September 6, 2017
Launching a startup is never easy. When 80 percent of new companies fail in the first few years, the statistics aren’t in your favor. However, that shouldn’t dissuade you.
I’ve learned that the most successful product launches embody three traits: rhythm, balance, and patience. Leaders face their steepest challenges in hiring the right teams, managing multiple work streams, and dealing with delays, but those who consistently keep these principles in mind tend to make more rational and researched decisions and better handle obstacles.
These three strategies for maintaining rhythm, balance, and patience have helped me avoid a dramatic fate.
Get in the Rhythm of Hiring Strategically
No startup has the budget for hundreds of employees, but I’ve seen countless fails because leaders don’t hire the right people early enough.
Often, the best early hires have a few key characteristics that qualify them to lead a launch component: They patch one of management’s weaknesses, possess subject matter expertise similar to a founder’s level, and share the company’s brand principles. To help bring rhythm to the hiring process, ensure that team members share a vision for the launch and agree on the definition of success.
You don’t have to anticipate every need and burden the company with hiring costs at the outset, so hire key employees early and then others closer to the launch date.
Balance All Work Streams With Clearer Goals
Each employee is responsible for a different work stream, with the manager accountable for all, from high-level strategy to core coding.

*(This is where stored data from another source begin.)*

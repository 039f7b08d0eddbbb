import 'server-only';
import { and, asc, desc, eq, inArray, lte, sql, type SQL } from 'drizzle-orm';
import { z } from 'zod';
import type { Db, DbOrTx } from '@/db/client';
import { calibrationCheck, instrument, organisation, schemeRules, user } from '@/db/schema';
import { calibrationCheck as checkCalibration, sodiumChlorideFor } from '@/lib/arbitration';
import type { Actor } from '@/lib/auth/actor';
import { can } from '@/lib/auth/permissions';
import { assertCan } from '@/lib/auth/session';
import { recordAudit } from '@/lib/audit/record';
import { AppError, invalidInput, notFound } from '@/lib/errors';
import { formatDateTime } from '@/lib/format/dates';
import { instrumentStatusAt, type CheckSummary, type InstrumentStatus } from '@/lib/intake/instrument-status';
import { addInstrumentSchema, calibrationCheckInputSchema } from '@/lib/intake/schemas';
import { fromTenthMilliC, toTenthMilliC } from '@/lib/temperature';
import { rulesInForce } from './rules';

const HOUR = 3_600_000;
/** How many of an instrument's latest checks its page lists. */
export const CHECK_HISTORY = 20;

/** Which instruments an actor may see: a plant or laboratory its own, the administrator every one. */
function instrumentVisibility(actor: Actor): SQL {
  if (actor.role === 'admin') return sql`true`;
  if (actor.role === 'plant' || actor.role === 'lab') return eq(instrument.organisationId, actor.organisationId);
  return sql`false`;
}

/** The latest check of each instrument at or before `at`. */
async function latestChecks(db: DbOrTx, instrumentIds: string[], at: Date): Promise<Map<string, CheckSummary>> {
  if (instrumentIds.length === 0) return new Map();
  const rows = await db
    .selectDistinctOn([calibrationCheck.instrumentId], {
      instrumentId: calibrationCheck.instrumentId,
      id: calibrationCheck.id,
      checkedAt: calibrationCheck.checkedAt,
      pass: calibrationCheck.pass,
      within: calibrationCheck.within,
      total: sql<number>`cardinality(${calibrationCheck.readingsTenthMilliC})`,
      validUntil: calibrationCheck.validUntil,
    })
    .from(calibrationCheck)
    .where(and(inArray(calibrationCheck.instrumentId, instrumentIds), lte(calibrationCheck.checkedAt, at)))
    .orderBy(calibrationCheck.instrumentId, desc(calibrationCheck.checkedAt), desc(calibrationCheck.createdAt));
  return new Map(rows.map((r) => [r.instrumentId, { id: r.id, checkedAt: r.checkedAt, pass: r.pass, within: r.within, total: Number(r.total), validUntil: r.validUntil }]));
}

export type InstrumentListItem = {
  id: string;
  serialNumber: string;
  description: string;
  method: string;
  active: boolean;
  organisationId: string;
  organisationName: string;
  status: InstrumentStatus;
};

/** Instruments the actor may see, each with its status at `now`. */
export async function listInstruments(db: DbOrTx, actor: Actor, options: { now?: Date; activeOnly?: boolean; organisationId?: string } = {}): Promise<InstrumentListItem[]> {
  assertCan(actor, 'instrument', 'read');
  const now = options.now ?? new Date();
  const filters: SQL[] = [instrumentVisibility(actor)];
  if (options.activeOnly) filters.push(eq(instrument.active, true));
  if (options.organisationId) filters.push(eq(instrument.organisationId, options.organisationId));
  const rows = await db
    .select({
      id: instrument.id,
      serialNumber: instrument.serialNumber,
      description: instrument.description,
      method: instrument.method,
      active: instrument.active,
      organisationId: instrument.organisationId,
      organisationName: organisation.name,
    })
    .from(instrument)
    .innerJoin(organisation, eq(organisation.id, instrument.organisationId))
    .where(and(...filters))
    .orderBy(asc(organisation.name), asc(instrument.serialNumber));
  const latest = await latestChecks(db, rows.map((r) => r.id), now);
  return rows.map((r) => ({ ...r, status: instrumentStatusAt(latest.get(r.id) ?? null, now, { active: r.active }) }));
}

/** One instrument with its check history, or not found when the actor may not see it. */
export async function getInstrument(db: DbOrTx, actor: Actor, instrumentId: string, now = new Date()) {
  assertCan(actor, 'instrument', 'read');
  if (!z.uuid().safeParse(instrumentId).success) throw notFound('That instrument');
  const [row] = await db
    .select({
      id: instrument.id,
      serialNumber: instrument.serialNumber,
      description: instrument.description,
      method: instrument.method,
      active: instrument.active,
      organisationId: instrument.organisationId,
      organisationName: organisation.name,
    })
    .from(instrument)
    .innerJoin(organisation, eq(organisation.id, instrument.organisationId))
    .where(and(eq(instrument.id, instrumentId), instrumentVisibility(actor)));
  if (!row) throw notFound('That instrument');
  const checks = await db
    .select({
      id: calibrationCheck.id,
      checkedAt: calibrationCheck.checkedAt,
      analystName: calibrationCheck.analystName,
      checkedByName: user.name,
      nominalTenthMilliC: calibrationCheck.nominalTenthMilliC,
      readingsTenthMilliC: calibrationCheck.readingsTenthMilliC,
      toleranceTenthMilliC: calibrationCheck.toleranceTenthMilliC,
      required: calibrationCheck.required,
      within: calibrationCheck.within,
      pass: calibrationCheck.pass,
      validUntil: calibrationCheck.validUntil,
      rulesVersion: schemeRules.version,
    })
    .from(calibrationCheck)
    .leftJoin(user, eq(user.id, calibrationCheck.checkedBy))
    .leftJoin(schemeRules, eq(schemeRules.id, calibrationCheck.rulesVersionId))
    .where(eq(calibrationCheck.instrumentId, row.id))
    .orderBy(desc(calibrationCheck.checkedAt), desc(calibrationCheck.createdAt))
    .limit(CHECK_HISTORY);
  const latest = await latestChecks(db, [row.id], now);
  return {
    ...row,
    status: instrumentStatusAt(latest.get(row.id) ?? null, now, { active: row.active }),
    // Only the owner's analysts run checks on an instrument; the administrator looks after the register.
    mayCheck: can(actor.role, 'instrument', 'check') && row.organisationId === actor.organisationId && row.active,
    checks,
  };
}

export type InstrumentDetail = Awaited<ReturnType<typeof getInstrument>>;

/** The status of one instrument at a moment, for the intake that wants to use it. */
export async function instrumentStatusFor(db: DbOrTx, instrumentId: string, at: Date, active: boolean): Promise<InstrumentStatus> {
  const latest = await latestChecks(db, [instrumentId], at);
  return instrumentStatusAt(latest.get(instrumentId) ?? null, at, { active });
}

/** Organisations an administrator may register an instrument for: plants and laboratories. */
export async function instrumentOwners(db: DbOrTx, actor: Actor) {
  assertCan(actor, 'instrument', 'manage');
  if (actor.role !== 'admin') return [{ id: actor.organisationId, name: actor.organisationName }];
  return db
    .select({ id: organisation.id, name: organisation.name })
    .from(organisation)
    .where(inArray(organisation.kind, ['plant', 'lab']))
    .orderBy(asc(organisation.name));
}

export async function addInstrument(db: Db, actor: Actor, rawInput: unknown, context: { origin?: string } = {}) {
  assertCan(actor, 'instrument', 'manage');
  const parsed = addInstrumentSchema.safeParse(rawInput);
  if (!parsed.success) throw invalidInput(parsed.error);
  const input = parsed.data;
  let organisationId = actor.organisationId;
  if (actor.role === 'admin') {
    if (!input.organisationId) throw new AppError('invalid', 'Some fields need attention.', { fieldErrors: { organisationId: ['Choose the organisation that owns it.'] } });
    const [owner] = await db.select({ id: organisation.id, kind: organisation.kind }).from(organisation).where(eq(organisation.id, input.organisationId));
    if (!owner || (owner.kind !== 'plant' && owner.kind !== 'lab')) {
      throw new AppError('invalid', 'Some fields need attention.', { fieldErrors: { organisationId: ['Only a plant or a laboratory owns instruments.'] } });
    }
    organisationId = owner.id;
  } else if (input.organisationId && input.organisationId !== actor.organisationId) {
    // A plant or laboratory registers its own instruments only; someone else's organisation is not there for it.
    throw new AppError('invalid', 'Some fields need attention.', { fieldErrors: { organisationId: ['You can register instruments of your own organisation only.'] } });
  }
  return db.transaction(async (tx) => {
    const [existing] = await tx.select({ id: instrument.id }).from(instrument).where(and(eq(instrument.organisationId, organisationId), eq(instrument.serialNumber, input.serialNumber)));
    if (existing) throw new AppError('conflict', 'That instrument is already registered.', { fieldErrors: { serialNumber: ['An instrument with this serial number is already registered for the organisation.'] } });
    const [row] = await tx.insert(instrument).values({ organisationId, serialNumber: input.serialNumber, description: input.description }).returning();
    await recordAudit(tx, { actorUserId: actor.userId, actorOrganisationId: actor.organisationId, origin: context.origin }, {
      action: 'instrument.created',
      objectType: 'instrument',
      objectId: row.id,
      change: { serialNumber: row.serialNumber, organisationId },
    });
    return row;
  });
}

/**
 * A routine check of an instrument on a sodium chloride standard. The verdict is the decision
 * module's k-of-n rule with the tolerance and count of the scheme's rules in force at the check,
 * never the client's; the check stays valid for the hours the scheme says.
 */
export async function recordCalibrationCheck(db: Db, actor: Actor, rawInput: unknown, context: { origin?: string; now?: Date } = {}) {
  assertCan(actor, 'instrument', 'check');
  const parsed = calibrationCheckInputSchema.safeParse(rawInput);
  if (!parsed.success) throw invalidInput(parsed.error);
  const input = parsed.data;
  return db.transaction(async (tx) => {
    const [device] = await tx
      .select()
      .from(instrument)
      .where(and(eq(instrument.id, input.instrumentId), eq(instrument.organisationId, actor.organisationId)));
    if (!device) throw notFound('That instrument');
    if (!device.active) throw new AppError('conflict', 'This instrument is out of service; it cannot be checked for work.');
    const rules = await rulesInForce(tx, input.checkedAt);
    if (!rules) throw new AppError('unavailable', `No scheme rules were in force on ${formatDateTime(input.checkedAt)}; ask the scheme’s administrator.`);
    const rule = rules.rules.calibration;
    if (input.readings.length !== rule.readings) {
      throw new AppError('invalid', 'Some fields need attention.', {
        fieldErrors: { readings: [`The scheme’s check takes ${rule.readings} readings on the standard; ${input.readings.length} were entered.`] },
      });
    }
    const verdict = checkCalibration({ nominal: input.nominal, readings: input.readings, tolerance: rule.tolerance, required: rule.required });
    const [row] = await tx
      .insert(calibrationCheck)
      .values({
        instrumentId: device.id,
        checkedAt: input.checkedAt,
        checkedBy: actor.userId,
        analystName: input.analystName,
        nominalTenthMilliC: toTenthMilliC(input.nominal),
        readingsTenthMilliC: input.readings.map(toTenthMilliC),
        toleranceTenthMilliC: toTenthMilliC(rule.tolerance),
        required: rule.required,
        within: verdict.within,
        pass: verdict.pass,
        validUntil: new Date(input.checkedAt.getTime() + rule.validHours * HOUR),
        rulesVersionId: rules.id,
      })
      .returning();
    await recordAudit(tx, { actorUserId: actor.userId, actorOrganisationId: actor.organisationId, origin: context.origin, at: context.now }, {
      action: 'calibration.checked',
      objectType: 'calibration_check',
      objectId: row.id,
      change: { instrumentId: device.id, nominalTenthMilliC: row.nominalTenthMilliC, within: verdict.within, total: verdict.total, pass: verdict.pass, rulesVersion: rules.version },
    });
    return { ...row, total: verdict.total, rulesVersion: rules.version, sodiumChlorideGramsPerKg: sodiumChlorideFor(fromTenthMilliC(row.nominalTenthMilliC)) };
  });
}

Many managers struggle to find the balance between delegation and micromanaging.
Across every stream, transparent, measurable goals can help propel startups forward. My best launch plans have relied on technology to chart key objectives and empower a small team to own their respective streams. Though any tool that acts as a project management vehicle summarizing open and completed high-level tasks is useful. I’ve used Asana to give my team the resources they need, establish regular check-ins, and proactively ask how I can help them succeed.
Work with team leaders to determine and document these goals in specific terms, and communicate with them early, regularly, and in writing, on what to accomplish and what to avoid. Let the team handle the rest. This, in addition to tools like Asana, provides a framework that helps deliver the high-level, real-time status you require.
Cultivate Patience for Inevitable Delays
Delays are inevitable. The best managers make themselves part of the delay to understand the decisions surrounding it and to plan the response. Incorporating feedback from a focus group of hopeful clients early in the development process helps managers prioritize the most impactful features and maintain the schedule.
In our most recent launch, we hit our first delay just two weeks into development and lost a week of productivity. Once the problem was on my radar, I relocated myself to sit with our development and product leads, joining weekly meetings and holding five-minute stand-up sessions with our head of product and our CTO until we regained our productive rhythm.
To avoid repeats and minimize downtime, we’ve instituted more of these short check-ins. Open communication through tools such as Jira, Slack, Dropbox, and Skype provide minimally interruptive avenues to track progress. Additionally, they show launch-inexperienced team members the prospect or investor feedback on their progress and can cultivate the patience they need to persevere.
Every launch encounters problems. By assembling a strategic team, keeping them focused with measurable goals, and delivering results, you can help to avoid the pitfalls that doom most launches and maximize your new product’s success.